L'arrêté de catastrophe naturelle — un événement daté, reconnu après coup, qui ouvre l'indemnisation.

Le classement DDRM — la commune est recensée comme exposée au risque, à titre d'information préventive.

L'atlas des zones inondables — une cartographie des secteurs submersibles, sans valeur réglementaire.

Le PPRI — le seul document opposable : annexé au plan d'urbanisme, il impose des règles de construction dans les secteurs qu'il délimite.

Questions fréquentes

Comment savoir si une commune est en zone inondable ?

Trois documents se complètent. Le dossier départemental sur les risques majeurs recense les communes exposées ; l'atlas des zones inondables cartographie les secteurs submersibles à titre informatif ; le plan de prévention du risque inondation (PPRI), lui, a une valeur réglementaire et s'impose aux constructions. Aucun ne dit qu'une commune est inondable en entier : pour un bien précis, il faut un état des risques à l'adresse, disponible sur Géorisques.

Qu'est-ce qu'un arrêté de catastrophe naturelle ?

C'est la décision interministérielle qui reconnaît qu'un événement naturel d'intensité anormale a frappé une commune à une date donnée. Elle ouvre aux sinistrés la garantie « catastrophes naturelles » de leur contrat d'assurance, avec un délai de déclaration à compter de la publication au Journal officiel. L'inondation est de loin le premier motif : elle représente la majorité des arrêtés pris en France depuis 1982.
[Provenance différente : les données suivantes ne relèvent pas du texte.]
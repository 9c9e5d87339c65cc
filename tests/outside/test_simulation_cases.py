"""The two hub problems played by the simulator: one request a period; see `hub_problems` for source and standing.

Requests are drawn as the rule of the source says, one a period, and fed to the simulator as they are. Controls are
prepared by the product code from the expected requests, as if they came as Poisson processes: each product has
a booking curve of its own that says how many of its requests have come by each period.
"""

from __future__ import annotations

from functools import cache

import numpy as np
import pytest

from legworth.simulation.entries import entries_of, play_schedule, prepare_schedule
from legworth.simulation.forecast import reading_instants
from legworth.simulation.hindsight import Hindsight
from legworth.simulation.requests import RequestPaths
from legworth.simulation.rules import Situation
from network import Network
from network.arrays import FloatArray
from tests.oracle import departing
from tests.outside.hub_problems import PERIODS, PROBLEMS, HubProblem

PATHS = 1000
FIRST_COME = {4.0: (18_359.9, 12.1), 8.0: (28_295.7, 25.6)}
"""Ours, by another program: mean revenue of first come, first served, and its standard error."""
HINDSIGHT = {4.0: (20_899.9, 32.0), 8.0: (33_932.5, 69.4)}
"""Ours, by another program: mean of the hindsight optimum, and its standard error."""

both = pytest.mark.parametrize("problem", PROBLEMS, ids=lambda problem: f"ratio {problem.ratio:g}")


@cache
def network_of(problem: HubProblem) -> Network:
    """The network, a day a period, with a curve for every product; period t ends 199 - t days before departure."""
    come = np.cumsum(problem.requests, axis=0) / problem.requests.sum(axis=0)
    come[-1] = 1.0
    days = np.arange(PERIODS, -1.0, -1.0)
    curves = [dict(zip(days.tolist(), [0.0, *share], strict=True)) for share in come.T.tolist()]
    return departing(problem.network(), float(PERIODS), np.arange(come.shape[1]), curves)


@cache
def requests_of(problem: HubProblem) -> RequestPaths:
    rng = np.random.default_rng(41)
    product = np.stack([rng.choice(len(chances), PATHS, p=chances / chances.sum()) for chances in problem.requests])
    at = np.broadcast_to(np.arange(1.0, PERIODS + 1)[:, None], product.shape)
    return RequestPaths(product, at, problem.requests.shape[1])


@cache
def revenue(problem: HubProblem, name: str) -> FloatArray:
    network, requests = network_of(problem), requests_of(problem)
    situation, (entry,) = Situation.of(network), entries_of([name])
    schedule = prepare_schedule(entry, network, situation, reading_instants(network, None))
    accepted, left = play_schedule(requests, schedule, situation)
    assert left.min() >= 0
    return np.asarray((network.fare[requests.product] * accepted).sum(axis=0))


@cache
def hindsight(problem: HubProblem) -> FloatArray:
    return Hindsight(network_of(problem)).values(requests_of(problem).demand)


def error(values: FloatArray) -> float:
    return float(values.std(ddof=1) / len(values) ** 0.5)


@both
def test_price_curves_earn_at_least_the_published_revenue(problem: HubProblem) -> None:
    # Published (secondary), by simulation of the policy of the Lagrangian bound: 20,018 and 32,226.
    found = revenue(problem, "curves")
    assert found.mean() >= problem.published_revenue - 2 * error(found)
    # Published (secondary) bound on any policy: 20,439 and 33,305.
    assert found.mean() <= problem.published_bound + 2 * error(found)


@both
def test_first_come_first_served_earns_what_we_know(problem: HubProblem) -> None:
    wanted, its_error = FIRST_COME[problem.ratio]
    found = revenue(problem, "first-come")
    assert abs(found.mean() - wanted) <= 3 * np.hypot(error(found), its_error)


@both
def test_hindsight_optimum_earns_what_we_know_and_no_control_more(problem: HubProblem) -> None:
    wanted, its_error = HINDSIGHT[problem.ratio]
    found = hindsight(problem)
    assert abs(found.mean() - wanted) <= 3 * np.hypot(error(found), its_error)
    for name in ("first-come", "leg", "leg+", "deterministic", "adjusted", "curves"):
        assert np.all(revenue(problem, name) <= found * (1 + 1e-9))


@both
def test_price_curves_earn_more_than_the_other_controls(problem: HubProblem) -> None:
    # Surely so: the paired difference is more than three of its standard errors above nothing.
    for name in ("first-come", "leg", "leg+", "deterministic", "adjusted"):
        gain = revenue(problem, "curves") - revenue(problem, name)
        assert gain.mean() > 3 * error(gain)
Les inondations arrivent-elles surtout en hiver ?

Pas seulement, et c'est un malentendu fréquent. En nombre d'arrêtés, mai et juin dominent : ce sont les orages d'été qui provoquent ruissellements et coulées de boue, y compris loin de tout cours d'eau. Les épisodes les plus étendus, eux, sont automnaux et hivernaux — épisodes méditerranéens de septembre à novembre, crues de plaine en hiver. Décembre 1999 reste l'événement record, avec plus de 26 000 communes reconnues d'un coup.

Que faire en cas de montée des eaux ?

Montez à l'étage plutôt que de fuir en voiture : trente centimètres d'eau suffisent à emporter un véhicule, et près d'une victime sur trois s'y trouvait. Coupez le gaz et l'électricité, ne descendez ni au sous-sol ni dans un parking, écoutez la radio et suivez les consignes de la préfecture. En cas de danger immédiat, appelez le 18 ou le 112.

Source : base GASPAR du ministère de la Transition écologique (arrêtés de catastrophe naturelle, dossiers départementaux sur les risques majeurs, atlas des zones inondables, plans de prévention des risques naturels), période 1982-2026.